I have a old troy bilt tiller.I do not know the model# but i have the serial#. But i can not find parts with the seriar # that i have and the serial # is not listed on any site. The serial # is 771965. Can any one help?


----------



## Mowerman (Oct 13, 2003)

If your after bearings ,just take the old bearings or the numbers off them down to your local bearing centre & they should be able to match them with a after market set or a single bearing for you as mine over here in Aust I had no problems getting bearings for my old Troy.

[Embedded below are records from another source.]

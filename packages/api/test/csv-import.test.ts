import { readFileSync } from 'node:fs';
import { parse } from 'csv-parse/sync';
import { afterAll, beforeAll, describe, expect, it } from 'vitest';
import { type Client, DEMO, signedIn, startTestApp, type TestApp } from './support/test-app.js';

const SAMPLE = readFileSync(new URL('../../../fixtures/keys/sample-key.csv', import.meta.url));
const HEADER = 'number,prompt,answer,skills,revisit,facts';

let t: TestApp;
let owner: Client;
let tutor: Client;
let courseId: number;

beforeAll(async () => {
  t = await startTestApp({ SIGN_IN_LIMIT_PER_MINUTE: '1000' });
  owner = await signedIn(t, DEMO.owner);
  tutor = await signedIn(t, DEMO.tutor);
  const course = await owner.post('/api/courses', { name: 'Import course' }).expect(201);
  courseId = course.body.id as number;
  for (const number of [1, 2, 3, 4, 5]) {
    await owner
      .post(`/api/courses/${courseId}/lessons`, { number, title: `Lesson ${number}` })
      .expect(201);
  }
});
afterAll(() => t.close());

function upload(
  client: Client,
  file: Buffer | string,
  fields: Record<string, string> = { title: 'Imported', kind: 'worksheet' },
  name = 'key.csv',
  contentType = 'text/csv',
) {
  const req = client.agent.post('/api/answer-keys/import').set('x-csrf-token', client.token);
  for (const [k, v] of Object.entries(fields)) req.field(k, v);
  return req.attach('file', Buffer.from(file), { filename: name, contentType });
}

async function keyCount(): Promise<number> {
  return (await owner.get('/api/answer-keys').expect(200)).body.total as number;
}

type Item = {
  number: number;
  prompt: string;
  answer: string;
  skills: string[];
  revisit: string[];
  facts: string[];
};
const plain = (items: Item[]) =>
  items.map(({ number, prompt, answer, skills, revisit, facts }) => ({
    number,
    prompt,
    answer,
    skills,
    revisit,
    facts,
  }));

describe('CSV import', () => {
  it('imports the sample key with quoted commas, lists and ranges', async () => {
    const res = await upload(owner, SAMPLE, { title: 'Sample worksheet', kind: 'worksheet' });
    expect(res.status, res.text).toBe(201);
    expect(res.body).toMatchObject({ title: 'Sample worksheet', kind: 'worksheet', itemCount: 12 });
    // What csv-parse (an outside RFC 4180 reader) makes of the same bytes is what we stored.
    const rows = parse(SAMPLE, { columns: true, bom: true }) as Record<string, string>[];
    expect(plain(res.body.items)).toEqual(
      rows.map((r) => ({
        number: Number(r.number),
        prompt: r.prompt,
        answer: r.answer,
        skills: r
          .skills!.split(';')
          .map((s) => s.trim())
          .filter(Boolean),
        revisit: r
          .revisit!.split(';')
          .map((s) => s.trim())
          .filter(Boolean),
        facts: r
          .facts!.split(';')
          .map((s) => s.trim())
          .filter(Boolean),
      })),
    );
    expect(res.body.items[6]).toMatchObject({
      number: 7,
      answer: '1,128',
      revisitLessons: [19],
    });
    expect(res.body.items[11].prompt).toBe(
      'Nell has 3 bags of 8 shells, then finds 5 more. How many shells?',
    );
    expect(res.body.flags).toEqual([]);
  });

  it('reads the same key with a BOM and CRLF line ends', async () => {
    const lf = await upload(owner, SAMPLE).expect(201);
    const crlf = Buffer.concat([
      Buffer.from([0xef, 0xbb, 0xbf]),
      Buffer.from(SAMPLE.toString('utf8').replace(/\n/g, '\r\n')),
    ]);
    const res = await upload(owner, crlf);
    expect(res.status, res.text).toBe(201);
    expect(plain(res.body.items)).toEqual(plain(lf.body.items));
    expect(res.body.items[0].number).toBe(1);
  });

  it('checks the lessons to revisit against the course', async () => {
    const res = await upload(owner, `${HEADER}\n1,58 + 67,125,,3-4,\n2,81 - 38,43,,5,\n`, {
      title: 'With course',
      kind: 'review',
      courseId: String(courseId),
      lessonNumber: '2',
    });
    expect(res.status, res.text).toBe(201);
    expect(res.body).toMatchObject({ courseId, lessonNumber: 2 });
  });

  it('refuses a file with bad rows, listing every one by line and field, importing nothing', async () => {
    const before = await keyCount();
    const file = [
      HEADER,
      '1,58 + 67,125,addition,3,',
      '2,81 - 38',
      '3,304 - 75,,subtraction,5,',
      '',
      '4,1300 - 522,778,,4-2,',
      '5,27 x 4,108,,9,fours',
      'x,365 + 574,939,,,',
      '1,"12 + 5, then 3",20,,,',
      '6,"47 x 24","1,128",,1-2; 4,',
    ].join('\r\n');
    const res = await upload(owner, file, {
      title: 'Bad rows',
      kind: 'worksheet',
      courseId: String(courseId),
    });
    expect(res.status).toBe(400);
    expect(res.body.fields).toEqual({
      'line 3.columns':
        'has 2 values; the header has 6 (put a cell holding a comma in double quotes)',
      'line 4.answer': 'answer is missing (1 to 80 characters)',
      'line 6.revisit': 'range “4-2” runs backwards; write 2-4',
      'line 7.revisit': 'lesson 9 is not in “Import course”',
      'line 8.number': 'number must be a whole number',
      'line 9.number': 'number 1 is used twice (first at line 2)',
    });
    expect(res.body.message).toMatch(/^6 rows have problems; nothing was imported/);
    expect(await keyCount()).toBe(before);
  });

  it('reads an awkward file exactly as the web’s preview does, refused or imported', async () => {
    // The web's own preview module (a path TypeScript does not follow into the web package).
    const webPreview = new URL(
      '../../web/src/features/answer-keys/utils/read-key-csv.ts',
      import.meta.url,
    ).pathname;
    const { readKeyCsv: preview } = (await import(webPreview)) as {
      readKeyCsv: (text: string) => {
        rows: (Omit<Item, 'number'> & { line: number; number: string })[];
        problems: { line: number; field: string; message: string }[];
      };
    };
    const good = [
      `\uFEFF${HEADER}`,
      '1,"12 + 5, then 3",20,"adding, then more",,',
      '',
      "2,'=3 + 4,7,,2-4,sevens",
      '3,"47 x 24","1,128",multiplication; partial products,5,',
    ];
    const bad = [
      ...good,
      '4,365 + 574,,,,',
      '5,"two',
      'lines",9,,,',
      '6,81 - 38',
      '2,7 + 7,14,,,',
      '7,9 + 9,18,,4-2,',
      '',
    ].join('\r\n');
    const refused = await upload(owner, bad);
    expect(refused.status).toBe(400);
    const seen = preview(bad);
    expect(seen.problems.length).toBeGreaterThanOrEqual(5);
    expect(refused.body.fields).toEqual(
      Object.fromEntries(seen.problems.map((p) => [`line ${p.line}.${p.field}`, p.message])),
    );

    const file = [...good, ''].join('\r\n');
    const imported = await upload(owner, file);
    expect(imported.status, imported.text).toBe(201);
    const read = preview(file);
    expect(read.problems).toEqual([]);
    expect(plain(imported.body.items)).toEqual(
      read.rows.map(({ line: _, number, ...cells }) => ({ number: Number(number), ...cells })),
    );
  });

  it('refuses control characters in a cell by line and field, importing nothing', async () => {
    const before = await keyCount();
    const res = await upload(
      owner,
      `${HEADER}\n1,58 + 67,125,,,\n2,"81\u001b - 38",43,,,\n3,27 x 4,10\u00078,,,\n`,
    );
    expect(res.status, res.text).toBe(400);
    expect(res.body.fields).toMatchObject({
      'line 3.prompt': expect.stringMatching(/control characters/),
      'line 4.answer': expect.stringMatching(/control characters/),
    });
    expect(await keyCount()).toBe(before);
  });

  it('names the line of a quote left open', async () => {
    const res = await upload(owner, `${HEADER}\n1,58 + 67,125,,,\n2,"81 - 38,43,,,\n`);
    expect(res.status).toBe(400);
    expect(res.body.fields).toEqual({ 'line 3.file': 'a double quote is opened and never closed' });
  });

  it('refuses a header it does not know and a file without items', async () => {
    const header = await upload(owner, 'num,question,answer\n1,58 + 67,125\n');
    expect(res400(header)).toEqual({
      'line 1.header':
        'unknown column “num”, “question”; missing column number, prompt (the header is number,prompt,answer,skills,revisit,facts)',
    });
    expect(res400(await upload(owner, `${HEADER}\n\n`))).toEqual({
      file: 'file has a header but no items',
    });
    expect(res400(await upload(owner, ''))).toEqual({ 'line 1.file': 'the file is empty' });
  });

  it('accepts columns in another order and leaves optional ones out', async () => {
    const res = await upload(owner, 'Answer,Number,Prompt\n125,1,58 + 67\n');
    expect(res.status, res.text).toBe(201);
    expect(plain(res.body.items)).toEqual([
      { number: 1, prompt: '58 + 67', answer: '125', skills: [], revisit: [], facts: [] },
    ]);
  });

  it('answers 413 past 2 MiB, 415 for what is not UTF-8 CSV, 400 without a file or title', async () => {
    const before = await keyCount();
    const big = `${HEADER}\n` + `1,58 + 67,125,,,${' '.repeat(100)}\n`.repeat(22_000);
    expect(Buffer.byteLength(big)).toBeGreaterThan(2 * 1024 * 1024);
    const large = await upload(owner, big);
    expect(large.status).toBe(413);
    expect(large.body.fields).toEqual({ file: 'is over 2 MiB' });
    const png = await upload(
      owner,
      readFileSync(new URL('../../../fixtures/photos/sheet.png', import.meta.url)),
      undefined,
      'sheet.png',
      'image/png',
    );
    expect(png.status).toBe(415);
    const latin1 = await upload(owner, Buffer.from(`${HEADER}\n1,caf\xe9,1,,,\n`, 'latin1'));
    expect(latin1.status).toBe(415);
    expect(latin1.body.message).toContain('UTF-8');
    const noFile = await owner.agent
      .post('/api/answer-keys/import')
      .set('x-csrf-token', owner.token)
      .field('title', 'x')
      .field('kind', 'review');
    expect(noFile.status).toBe(400);
    expect(noFile.body.fields).toEqual({ file: 'file is missing: attach the CSV as “file”' });
    const noTitle = await upload(owner, SAMPLE, { kind: 'review' });
    expect(noTitle.status).toBe(400);
    expect(noTitle.body.fields).toHaveProperty('title');
    const json = await owner.post('/api/answer-keys/import', { title: 'x', kind: 'review' });
    expect(json.status).toBe(415);
    expect(await keyCount()).toBe(before);
  });

  it('lets only owners and parents import', async () => {
    expect((await upload(tutor, SAMPLE)).status).toBe(403);
  });
});

describe('CSV export', () => {
  it('writes the documented format that imports back to the same key', async () => {
    const original = await upload(owner, SAMPLE, { title: 'Round trip', kind: 'review' }).expect(
      201,
    );
    const res = await owner.get(`/api/answer-keys/${original.body.id}/export.csv`).expect(200);
    expect(res.headers['content-type']).toBe('text/csv; charset=utf-8');
    expect(res.headers['content-disposition']).toBe('attachment; filename="round-trip.csv"');
    const text = res.text;
    expect(text.startsWith(`\ufeff${HEADER}\r\n`)).toBe(true);
    expect(text).toContain('\r\n5,1300 - 522,778,subtraction; regrouping across zeros,14-15,\r\n');
    expect(text).toContain('\r\n7,47 x 24,"1,128",multiplication; partial products,19,\r\n');
    const again = await upload(owner, text, { title: 'Round trip', kind: 'review' });
    expect(again.status, again.text).toBe(201);
    expect(plain(again.body.items)).toEqual(plain(original.body.items));
  });

  it('guards cells a spreadsheet would run as formulas, and reads them back unchanged', async () => {
    const key = await owner
      .post('/api/answer-keys', {
        title: 'Odd cells',
        kind: 'worksheet',
        items: [
          { number: 1, prompt: '=1+2', answer: '@3', skills: ['quotes "inside"'] },
          { number: 2, prompt: '+5 more', answer: '-', facts: ['a;b'.replace(';', ' ')] },
        ],
      })
      .expect(201);
    const csv = await owner.get(`/api/answer-keys/${key.body.id}/export.csv`).expect(200);
    expect(csv.text).toContain(`\r\n1,'=1+2,'@3,"quotes ""inside""",,\r\n`);
    const again = await upload(owner, csv.text).expect(201);
    expect(plain(again.body.items)).toEqual(plain(key.body.items));
  });
});

function res400(res: { status: number; body: { fields?: Record<string, string> } }) {
  expect(res.status).toBe(400);
  return res.body.fields;
}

As for rotor blades I cut down a set from another brand that was a simalar shape . But drilling the holes took a bit of doing  being made out of Hytensile steel .


----------



## deermit (May 31, 2011)

Try this guy, Bill Rogers, he has a Yahoo group and he can answer all your questions and get you the parts you require.
Email him at [email protected] or call toll free 1-800-609-5110. 
His web site is troybilttillerclub : TROY BILT TILLER CLUB - A place to exchange repair and parts Information


----------



## magnoliadad2012 (Nov 29, 2012)

We obtained an old Troy Bilt 8hp electric start Briggs & Stratton that had been sitting out in the weather for 15+ years. We think the serial number (after scrubbing off rust) is 92830 or 82830. We would like to know what year and model it is. Help would be appreciated.


----------